▶ **Stored data entries**
______________________________
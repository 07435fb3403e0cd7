"""Spreads: how far each number of a real rig may differ from its rig file.

The rig file's optional top-level ``spreads`` object maps the path of a number
in the file to its spread, written as people write tolerances:

    "+-2%"        nominal x (1 - 0.02) .. nominal x (1 + 0.02)
    "+-0.3 mm"    nominal - 0.3 mm .. nominal + 0.3 mm (the unit of that number's kind)
    "0.5x..2x"    nominal x 0.5 .. nominal x 2

Paths are the file's own: ``links[0].length_m``, ``links[1].point_masses[0].at_m``,
``drive.speed_rpm``, ``drive.stroke_m``, ``g_m_s2``. A spread on the speed or the
stroke says the operating point itself wanders (motor regulation, a stroke set
by hand); the others say the rig differs from its drawing. The limits bound a
search and carry no spread. The planner (``equilibria.plan``) works over the box
of every number between its low and high end.
"""

from __future__ import annotations

import json
import math
import re
from dataclasses import dataclass, replace

from .rig import GRAVITY_REACH, MAX_CRANK_RATIO, MIN_LINK_M, REACH, outside_reach
from .units import UnitError, parse_quantity

# The kind of unit each number of the file is read in (as rigfile reads it).
NUMBER_KINDS = {
    "g_m_s2": "acceleration", "air_density_kg_m3": "plain",
    "length_m": "length", "rod_mass_kg": "mass", "extra_inertia_kg_m2": "inertia",
    "joint_damping_N_m_s": "damping", "joint_friction_N_m": "torque",
    "mass_kg": "mass", "at_m": "length", "drag_coefficient": "plain", "frontal_area_m2": "area",
    "stroke_m": "length", "rod_length_m": "length", "speed_rpm": "speed",
    "carriage_mass_kg": "mass", "samples_m": "length",
}
# Where each number's ends may lie, as the rig file allows the number itself (rigread):
# (smallest non-zero or None, largest) by kind, and whether the number must stay above 0.
_REACH_OF = {"length_m": (MIN_LINK_M, REACH["length"][1]),
             "rod_length_m": (MIN_LINK_M, REACH["length"][1]),
             "samples_m": (None, REACH["length"][1]), "g_m_s2": GRAVITY_REACH}
_POSITIVE = ("length_m", "speed_rpm", "g_m_s2", "rod_length_m")
OPERATING_PATHS = ("drive.speed_rpm", "drive.stroke_m")  # spreads that move the point itself
MAX_SPREADS = 24  # uncertain numbers in one file (the set's corners grow as 2^n)
MAX_TEXT = 40  # characters of one spread's text ("+-0.3 mm" is 8)
MAX_PATH = 60  # characters of one path (links[2].point_masses[9].frontal_area_m2 is 42)
MIN_FACTOR, MAX_FACTOR = 0.01, 100.0  # a factor range wider than 100x either way is no tolerance
_PLUS_MINUS = re.compile(r"^\s*(?:\+-|±|\+/-)\s*(\S.*)$")
_FACTORS = re.compile(r"^\s*([0-9.eE+-]+)\s*x\s*\.\.\s*([0-9.eE+-]+)\s*x\s*$")
_STEP = re.compile(r"^([A-Za-z_][A-Za-z0-9_]*)(?:\[(0|[1-9][0-9]{0,5})\])?$")
WRITTEN = "write a spread as \"+-2%\", \"+-0.3 mm\" (a unit of that number) or \"0.5x..2x\""


@dataclass(frozen=True)
class Spread:
    """One uncertain number: its path, the text as written, and how it widens the nominal."""

    path: str
    text: str
    mode: str  # "relative" (+- fraction), "absolute" (+- SI amount), "factor" (low x .. high x)
    low: float  # relative/absolute: the +- amount; factor: the low factor
    high: float  # factor: the high factor; otherwise equal to ``low``

    def range(self, nominal: float) -> tuple[float, float]:
        """(low end, high end) of this number around ``nominal``."""
        if self.mode == "relative":
            a, b = nominal * (1 - self.low), nominal * (1 + self.low)
        elif self.mode == "absolute":
            a, b = nominal - self.low, nominal + self.low
        else:
            a, b = nominal * self.low, nominal * self.high
        return (min(a, b), max(a, b))


def split_path(path: str) -> list[tuple[str, int | None]] | None:
    """"links[0].length_m" -> [("links", 0), ("length_m", None)], or None if malformed."""
    steps = []
    for part in path.split("."):
        m = _STEP.match(part)
        if not m:
            return None
        steps.append((m.group(1), None if m.group(2) is None else int(m.group(2))))
    return steps


def _lookup(data, path: str):
    """The raw value a path names in the rig file's JSON object, or raise KeyError."""
    steps = split_path(path)
    if not steps:
        raise KeyError(path)
    node = data
    for key, index in steps:
        if not isinstance(node, dict) or key not in node:
            raise KeyError(path)
        node = node[key]
        if index is not None:
            if not isinstance(node, list) or not 0 <= index < len(node):
                raise KeyError(path)
            node = node[index]
    return node


def _where(path) -> str:
    """The problem's path: ``spreads.links[0].length_m`` for a path of the file's form, else
    the JSON path of the key (quoted, cut short)."""
    if isinstance(path, str) and len(path) <= MAX_PATH and split_path(path):
        return f"spreads.{path}"
    key, cut = str(path)[:40], len(str(path)) > 40
    while len(json.dumps(key, ensure_ascii=False)) > 40:  # escapes count too
        key, cut = key[:-1], True
    return "spreads[" + json.dumps(key + ("..." if cut else ""), ensure_ascii=False) + "]"


def _show(value) -> str:
    try:
        text = json.dumps(value)
    except (TypeError, ValueError):
        text = repr(value)
    return text if len(text) <= 40 else text[:37] + "..."


def read_spreads(data: dict, fail) -> tuple[Spread, ...]:
    """Validate ``data["spreads"]``; every problem goes to ``fail(path, message)``."""
    raw = data.get("spreads")
    if not isinstance(raw, dict):
        fail("spreads", f"{_show(raw)} is not allowed: expected an object mapping "
                        "the path of a number to its spread, e.g. "
                        "{\"links[0].length_m\": \"+-2%\"}")
        return ()
    if len(raw) > MAX_SPREADS:
        fail("spreads", f"{len(raw)} spreads are not allowed: give at most {MAX_SPREADS} "
                        "(the planner works over every corner of their box)")
        return ()
    out = []
    for path, text in raw.items():
        where = _where(path)
        if not where.startswith("spreads."):
            fail(where, f"{_show(path)} names no number in this rig file: use a path such as "
                        "links[0].length_m, links[0].point_masses[0].at_m, drive.speed_rpm")
            continue
        leaf = split_path(path)[-1][0]
        if path.startswith("limits"):
            fail(where, "the limits bound the search and carry no spread; give spreads of the "
                        "rig's numbers (links, drive, g_m_s2)")
            continue
        try:
            value = _lookup(data, path)
        except KeyError:
            fail(where, f"{path!r} names no number in this rig file: use a path such as "
                        "links[0].length_m, links[0].point_masses[0].at_m, drive.speed_rpm "
                        "(a number left at its default must be written in the file first)")
            continue
        if leaf not in NUMBER_KINDS or isinstance(value, (dict, list, bool)) or value is None:
            fail(where, f"{path!r} names no number in this rig file (it holds "
                        f"{_show(value)})")
            continue
        spread = parse_spread(text, NUMBER_KINDS[leaf], where, fail)
        if spread is not None:
            out.append(replace(spread, path=path))
    return tuple(out)


def _float(text: str) -> float:
    try:
        return float(text)
    except ValueError:
        return math.nan


def parse_spread(text, kind: str, where: str, fail) -> Spread | None:
    """One spread's text, or None after ``fail`` has been told what is wrong."""
    if not isinstance(text, str):
        fail(where, f"{_show(text)} is not allowed: {WRITTEN}")
        return None
    if len(text) > MAX_TEXT:
        fail(where, f"{_show(text)} is not allowed: a spread is a few characters; {WRITTEN}")
        return None
    m = _FACTORS.match(text)
    if m:
        lo, hi = _float(m.group(1)), _float(m.group(2))
        if not (math.isfinite(lo) and math.isfinite(hi) and MIN_FACTOR <= lo <= 1 <= hi
                <= MAX_FACTOR):
            fail(where, f"{text!r} is not allowed: the factors must be finite with "
                        f"0 < low <= 1 <= high, low at least {MIN_FACTOR:g} and high at most "
                        f"{MAX_FACTOR:g}")
            return None
        return Spread("", text, "factor", lo, hi)
    m = _PLUS_MINUS.match(text)
    if not m:
        fail(where, f"{text!r} is not allowed: {WRITTEN}")
        return None
    amount = m.group(1).strip()
    if amount.endswith("%"):
        frac = _float(amount[:-1]) / 100.0
        if not (math.isfinite(frac) and 0 <= frac < 1):
            fail(where, f"{text!r} is not allowed: a per cent spread is from 0% to below 100%")
            return None
        return Spread("", text, "relative", frac, frac)
    try:
        size = parse_quantity(amount, kind)
    except UnitError as exc:
        fail(where, f"{text!r} is not allowed: {exc}")
        return None
    if not (math.isfinite(size) and size >= 0):
        fail(where, f"{text!r} is not allowed: the amount must be finite and at least 0")
        return None
    return Spread("", text, "absolute", size, size)


def spreads_to_dict(spreads: tuple[Spread, ...]) -> dict:
    """The ``spreads`` object as written (its texts are kept, so a file round-trips)."""
    return {s.path: s.text for s in spreads}


def number_at(rig, path: str) -> float:
    """The rig's number (SI) at a rig-file path."""
    node = rig
    for key, index in split_path(path):
        node = getattr(node, key)
        if index is not None:
            node = node[index]
    return float(node)


def with_number(rig, path: str, value: float):
    """The rig with the number at ``path`` replaced (frozen dataclasses all the way down)."""
    def put(node, steps):
        (key, index), rest = steps[0], steps[1:]
        child = getattr(node, key)
        if index is None:
            new = float(value) if not rest else put(child, rest)
        else:
            items = list(child)
            items[index] = float(value) if not rest else put(items[index], rest)
            new = tuple(items)
        return replace(node, **{key: new})
    return put(rig, split_path(path))


def check_ranges(rig, fail, warn=None) -> None:
    """Every spread keeps its number where the rig file allows the number itself: no negative
    masses, nothing past the magnitudes the methods are built for (``REACH``), a crank's
    stroke inside what the shortest rod resolves. ``warn`` hears of a mass taken past its
    link's end (the model takes it as a mass on an extension)."""
    by_path = {s.path: s for s in rig.spreads}
    failed = set()
    for s in rig.spreads:
        leaf = split_path(s.path)[-1][0]
        low, high = s.range(number_at(rig, s.path))
        where = f"spreads.{s.path}"
        if leaf != "samples_m" and (low < 0 or (leaf in _POSITIVE and low <= 0)):
            fail(where, f"{s.text!r} is not allowed: it takes this number down to "
                        f"{low:g} (SI), below what the rig file allows")
            failed.add(s.path)
            continue
        kind = NUMBER_KINDS[leaf]
        for end in (low, high):
            allowed = outside_reach(end, kind, reach=_REACH_OF.get(leaf),
                                    zero_allowed=leaf not in _POSITIVE)
            if allowed:
                fail(where, f"{s.text!r} is not allowed: it takes this number to {end:g} (SI), "
                            f"{allowed}")
                failed.add(s.path)
                break
    d = rig.drive
    if d.waveform == "crank":
        stroke = _end(by_path.get("drive.stroke_m"), d.stroke_m, 1)
        rod = _end(by_path.get("drive.rod_length_m"), d.rod_length_m, 0)
        ends = by_path.keys() & {"drive.stroke_m", "drive.rod_length_m"}
        if stroke / 2 > MAX_CRANK_RATIO * rod and ends and not ends & failed:
            name = "drive.rod_length_m" if "drive.rod_length_m" in by_path else "drive.stroke_m"
            fail(f"spreads.{name}", f"{by_path[name].text!r} is outside what this method can "
                                    f"resolve: a stroke of {stroke:g} m on a rod of {rod:g} m "
                                    f"puts the crank past {MAX_CRANK_RATIO:g} of its rod")
    for i, link in enumerate(rig.links):
        length = _end(by_path.get(f"links[{i}].length_m"), link.length_m, 0)
        for j, p in enumerate(link.point_masses):
            path = f"links[{i}].point_masses[{j}].at_m"
            at = _end(by_path.get(path), p.at_m, 1)
            if warn is not None and at > length * (1 + 1e-12) and (
                    path in by_path or f"links[{i}].length_m" in by_path):
                warn(f"spreads.{path}" if path in by_path else f"spreads.links[{i}].length_m",
                     f"the spreads put this mass {at:g} m from its joint on a link that may be "
                     f"{length:g} m long: the planner takes it as a mass on an extension")


def _end(spread, nominal: float, which: int) -> float:
    """The low (0) or high (1) end of a number's spread (the nominal without one)."""
    return nominal if spread is None else spread.range(nominal)[which]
______________________________
▶ **Work item**
Nothing but the lines from the start of the data through the line holding "speed or the" should be restated, and each one exactly.

▶ **Solution for this task**
repository 07435fb3403e0cd7
"""Spreads: how far each number of a real rig may differ from its rig file.

The rig file's optional top-level ``spreads`` object maps the path of a number
in the file to its spread, written as people write tolerances:

    "+-2%"        nominal x (1 - 0.02) .. nominal x (1 + 0.02)
    "+-0.3 mm"    nominal - 0.3 mm .. nominal + 0.3 mm (the unit of that number's kind)
    "0.5x..2x"    nominal x 0.5 .. nominal x 2

Paths are the file's own: ``links[0].length_m``, ``links[1].point_masses[0].at_m``,
``drive.speed_rpm``, ``drive.stroke_m``, ``g_m_s2``. A spread on the speed or the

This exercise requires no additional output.